Paper Structure (10 sections, 4 figures)

This paper contains 10 sections, 4 figures.

Figures (4)

  • Figure 1: ClickDiffusion is an interactive system that enables users to perform fine-grained image manipulation tasks by seamlessly combining natural language and visual prompts. (A) In our example, a user can use our user interface to select a particular dog with a bounding box and a destination using a star. These locations can be referenced symbolically in a natural language instruction. (B) By serializing the original image's layout and the multi-modal instruction we can leverage an LLM to produce an edited image layout. (C) The edited layout is then fed into a layout-based image generation system to generate an edited image. (D) Our method enables moving objects and allows for much more concise prompts than text-only editing systems like InstructPix2Pixbrooks_instructpix2pix_2023.
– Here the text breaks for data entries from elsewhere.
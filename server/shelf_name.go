package main

import (
	"encoding/json"
	"fmt"
	"regexp"
	"strconv"
	"strings"
	"unicode"

	"golang.org/x/text/unicode/norm"
)

// longestSlug is the most letters of a slug: enough to tell parts apart, and
// short enough for a file name on any disk.
const longestSlug = 48

// unmarked spells letters that have no plain one inside them.
var unmarked = strings.NewReplacer("ß", "ss", "æ", "ae", "œ", "oe", "ø", "o", "đ", "d", "ł", "l", "þ", "th",
	"µ", "u", "μ", "u", "ω", "ohm", "&", " and ", "+", " plus ")

// slug makes a name that keys and file names can be of a title: lower case
// letters a to z and digits, parted by single dashes. It is "" when the title
// has none of them.
func slug(title string) string {
	lower := unmarked.Replace(strings.ToLower(norm.NFKC.String(title)))
	var b strings.Builder
	for _, r := range norm.NFKD.String(lower) {
		switch {
		case r >= 'a' && r <= 'z' || r >= '0' && r <= '9':
			b.WriteRune(r)
		case unicode.Is(unicode.Mn, r) || r == '\'' || r == '’': // a mark on the letter before; Tom's
		default:
			b.WriteByte('-')
		}
	}
	words := strings.FieldsFunc(b.String(), func(r rune) bool { return r == '-' })
	made := ""
	for _, word := range words {
		next := strings.TrimPrefix(made+"-"+word, "-")
		if len(next) > longestSlug {
			if made == "" {
				made = word[:longestSlug]
			}
			break
		}
		made = next
	}
	return made
}

// copied matches a title that copyTitle made.
var copied = regexp.MustCompile(`^(.*), copy(?: (\d{1,4}))?$`)

// copyTitle is what the copy of a build is called: "Quay, copy", then
// "Quay, copy 2".
func copyTitle(title string) string {
	found := copied.FindStringSubmatch(title)
	if found == nil {
		return title + ", copy"
	}
	n, err := strconv.Atoi(found[2])
	if err != nil { // none was there
		n = 1
	}
	return fmt.Sprintf("%s, copy %d", found[1], n+1)
}

// retitled returns a build's document with another title and nothing else
// changed.
func retitled(document []byte, title string) ([]byte, error) {
	patch, err := json.Marshal([]map[string]any{{"op": "replace", "path": "/title", "value": title}})
	if err != nil {
		return nil, err
	}
	return applyPatch(document, patch)
}
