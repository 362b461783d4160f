package main

import (
	"encoding/json"
	"maps"
	"slices"
	"strings"

	"lanternbook/calc"
	"lanternbook/calc/quantity"
	"lanternbook/store"
	"lanternbook/web"
)

// cardStrings is how many strings the small picture of a build shows; more of
// them could not be told apart at that size.
const cardStrings = 4

// card is what the shelf needs to draw a build small, kept beside it so that a
// shelf of hundreds is drawn without checking hundreds of builds.
type card struct {
	SupplyLabel string             `json:"supply_label"`
	SupplyVolts calc.Range         `json:"supply_volts"` // [V]
	LEDs        int                `json:"leds"`         // all of them, parallel strings counted
	Strings     []cardString       `json:"strings"`      // the first cardStrings
	More        int                `json:"more"`         // strings beyond those
	Parts       map[string]cardLED `json:"parts"`        // the LEDs in Strings by their key
}

// cardString is one string of a card.
type cardString struct {
	Label    string       `json:"label"`
	Quantity int          `json:"quantity"`
	Kind     string       `json:"kind"` // the driver's
	Stacks   []cardStack  `json:"stacks"`
	Column   *calc.Column `json:"column,omitempty"` // typical; nil when the build could not be solved
}

// cardStack is LEDs of one part in series.
type cardStack struct {
	Part     string `json:"part"`
	Quantity int    `json:"quantity"`
}

// cardLED is what decides in which colour an LED is drawn. At most one of the
// three is usually given.
type cardLED struct {
	Name       string   `json:"name,omitempty"`
	Colour     string   `json:"colour,omitempty"`
	Wavelength *float64 `json:"wavelength,omitempty"` // [nm]
	CCT        *float64 `json:"cct,omitempty"`        // [K]
}

// summary is what the store keeps beside a build's document for the shelf. err
// is what calc.Check returned: with one, the verdict is unknown and the picture
// has no columns.
func summary(b calc.Build, r calc.Report, err error) store.Summary {
	verdict := r.Verdict
	if err != nil || verdict == "" {
		r, verdict = calc.Report{}, calc.Unknown
	}
	picture, failed := json.Marshal(newCard(b, r))
	if failed != nil { // a figure that is no number: draw none, and vouch for none
		verdict = calc.Unknown
		picture, _ = json.Marshal(newCard(b, calc.Report{}))
	}
	return store.Summary{
		Title:   b.Title,
		Client:  b.Client,
		Site:    b.Site,
		Tags:    b.Tags,
		Search:  searchText(b),
		Verdict: string(verdict),
		Card:    picture,
	}
}

func newCard(b calc.Build, r calc.Report) card {
	v := b.Supply.Voltage
	c := card{
		SupplyLabel: b.Supply.Label,
		SupplyVolts: calc.Range{Min: v.Min, Typ: v.Typ, Max: v.Max},
		Strings:     []cardString{},
		More:        max(0, len(b.Strings)-cardStrings),
		Parts:       map[string]cardLED{},
	}
	for i, s := range b.Strings {
		each := 0
		small := cardString{Label: s.Label, Quantity: s.Quantity, Kind: s.Driver.Kind, Stacks: []cardStack{}}
		for _, stack := range s.LEDs {
			each += stack.Quantity
			small.Stacks = append(small.Stacks, cardStack{Part: stack.Part, Quantity: stack.Quantity})
		}
		c.LEDs += s.Quantity * each
		if i >= cardStrings {
			continue
		}
		if i < len(r.Strings) {
			small.Column = &r.Strings[i].Columns.Usual
		}
		c.Strings = append(c.Strings, small)
		for _, stack := range s.LEDs {
			if led := b.Parts[stack.Part].LED; led != nil {
				c.Parts[stack.Part] = cardLED{Name: led.Name, Colour: led.Colour, Wavelength: led.Wavelength, CCT: led.CCT}
			}
		}
	}
	return c
}

// searchText is every word that a build should be found by: what the job is
// called and for whom, what feeds it, the parts in it by key and by name, and
// the colours they shine in.
func searchText(b calc.Build) string {
	words := []string{b.Title, b.Client, b.Site}
	words = append(words, b.Tags...)
	words = append(words, b.Supply.Label, quantity.Format(b.Supply.Voltage.Typ, "V", 3))
	for _, key := range slices.Sorted(maps.Keys(b.Parts)) {
		words = append(words, key)
		part := b.Parts[key]
		is := web.PartCommon(part)
		words = append(words, is.Name, is.MakerCode)
		if part.LED != nil {
			words = append(words, part.LED.Colour, web.Emitted(*part.LED).Word)
		}
	}
	words = slices.DeleteFunc(words, func(w string) bool { return w == "" })
	return strings.Join(words, " ")
}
  • Figure 2: ClickDiffusion enables users to perform precise image manipulations that are difficult to do with text alone. A user can leverage familiar direct manipulation to specify regions or objects in an image, which can be referred to in text instructions. By combining direct manipulation and natural language based editing it becomes much easier for users to perform precise edits like: moving a particular object, adding an object in a specified location, or changing the appearance of an object.
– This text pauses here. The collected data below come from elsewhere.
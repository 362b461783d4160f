package main

import (
	"context"
	"net/http"
	"net/url"
	"strconv"
	"time"

	"github.com/go-chi/chi/v5"

	"lanternbook/calc"
	"lanternbook/store"
	"lanternbook/web"
)

// buildRoutes are the page of one build and its edits. Copy, delete and restore
// belong to the shelf.
func (s *server) buildRoutes(r chi.Router) {
	r.Get("/builds/{id}", s.page(s.showBuild))                   // ?corner= usual, cold, hot; ?string= whose fields stand open
	r.Post("/builds/{id}", s.page(s.editBuild))                  // the form: fields, and what its buttons ask for
	r.Post("/builds/{id}/undo", s.page(s.doOnBuild("undo")))     //
	r.Post("/builds/{id}/redo", s.page(s.doOnBuild("redo")))     //
	r.Post("/builds/{id}/remedy", s.page(s.doOnBuild("remedy"))) // remedy= which of which finding
}

// showBuild: GET /builds/{id}.
func (s *server) showBuild(w http.ResponseWriter, r *http.Request) error {
	kept, err := s.buildOf(r)
	if err != nil {
		return err
	}
	b, report, _, err := examine(kept.Document)
	if err != nil {
		return err
	}
	query := r.URL.Query()
	open, _ := strconv.Atoi(query.Get("string")) // anything else shows the first
	page := buildPage{kept: kept, b: b, report: report, corner: query.Get("corner"), open: open}
	if page.drawer, err = s.stock(r.Context()); err != nil {
		return err
	}
	return render(w, r, http.StatusOK, web.BuildPage(s.buildView(page)))
}

// buildPage is what one answer about a build shows.
type buildPage struct {
	kept     store.Build
	b        calc.Build
	report   calc.Report
	drawer   []web.Stock
	corner   string
	open     int               // which string's fields stand open
	texts    map[string]string // as typed, by entry
	faults   map[string]string // what of them was not taken, and why
	notice   string            // what was asked for and could not be done
	conflict *web.ConflictView
}

// buildView makes the page of a build: every figure on it is a string there.
func (s *server) buildView(p buildPage) web.BuildView {
	return web.NewBuildView(web.BuildInput{
		ID: p.kept.ID, Revision: p.kept.Revision, Kept: keptWords(p, s.now()),
		CanUndo: p.kept.CanUndo, CanRedo: p.kept.CanRedo,
		Build: p.b, Report: p.report, Drawer: p.drawer, Suggestions: suggestions(p),
		Corner: p.corner, Open: p.open, Typed: p.texts, Faults: p.faults, Notice: p.notice, Conflict: p.conflict,
	})
}

// keptWords says what of the page is on disk.
func keptWords(p buildPage, now time.Time) web.KeptView {
	switch {
	case p.conflict != nil:
		return web.KeptView{Words: "not kept: changed elsewhere", Wrong: true}
	case len(p.faults) > 0:
		return web.KeptView{Words: plural(len(p.faults), "field", "fields") + " not kept", Wrong: true}
	}
	at := p.kept.Updated.In(now.Location())
	if sameDay(at, now) {
		return web.KeptView{Words: "kept " + at.Format("15:04")}
	}
	return web.KeptView{Words: "kept " + at.Format("2 Jan 2006, 15:04")}
}

// mostSuggested is how many strings get the settings for their wish worked out
// with every edit: the first ones, and always the one that stands open.
const mostSuggested = 24

// suggestions works out which settings give the strings what they are wanted
// to. For a string without a wish, whose fields stand open, the neighbours of
// what it gives now are shown.
func suggestions(p buildPage) map[int]calc.Suggestion {
	found := map[int]calc.Suggestion{}
	if len(p.report.Strings) != len(p.b.Strings) {
		return found // not solved
	}
	for i, str := range p.b.Strings {
		b := p.b
		switch {
		case str.Wanted != nil && (i < mostSuggested || i == p.open):
		case i == p.open && p.report.Strings[i].Current.Typ > 0:
			b.Strings = append([]calc.String(nil), b.Strings...)
			b.Strings[i].Wanted = &calc.Wanted{Current: &p.report.Strings[i].Current.Typ}
		default:
			continue
		}
		if s, err := calc.Suggest(b, i); err == nil && len(s.Choices) > 0 || str.Wanted != nil {
			found[i] = s
		}
	}
	return found
}

// stock reads what the pickers of a build offer out of the drawer.
func (s *server) stock(ctx context.Context) ([]web.Stock, error) {
	var all []web.Stock
	for _, typ := range []string{calc.TypeLED, calc.TypeNPN, calc.TypePNP} {
		parts, err := s.store.Parts(ctx, typ)
		if err != nil {
			return nil, err
		}
		all = append(all, stockOf(parts)...)
	}
	return all, nil
}

// address is where the page of a build stands, with what the address keeps of
// how it is shown.
func (p buildPage) address() string {
	query := url.Values{}
	if p.corner == web.Cold || p.corner == web.Hot {
		query.Set("corner", p.corner)
	}
	if p.open > 0 {
		query.Set("string", strconv.Itoa(p.open))
	}
	at := "/builds/" + strconv.FormatInt(p.kept.ID, 10)
	if len(query) > 0 {
		at += "?" + query.Encode()
	}
	return at
}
  • Figure 3: Our approach enables a user to disambiguate a particular object from other similar objects, move it, and change its appearance. In contrast, text-only editing approaches like InstructPix2Pixbrooks_instructpix2pix_2023 and LLM Grounded Diffusionlian_llm-grounded_2023 fail to localize the manipulation to the correct object, despite requiring a much longer and more difficult to write edit instruction.
  • Figure 4: Our procedure for in-context learning involves placing several examples in the context of our LLM. Each example is composed of an input layout, instruction, a chain of thought, and output layout. These are placed sequentially in the context of the LLM after a preamble prompt.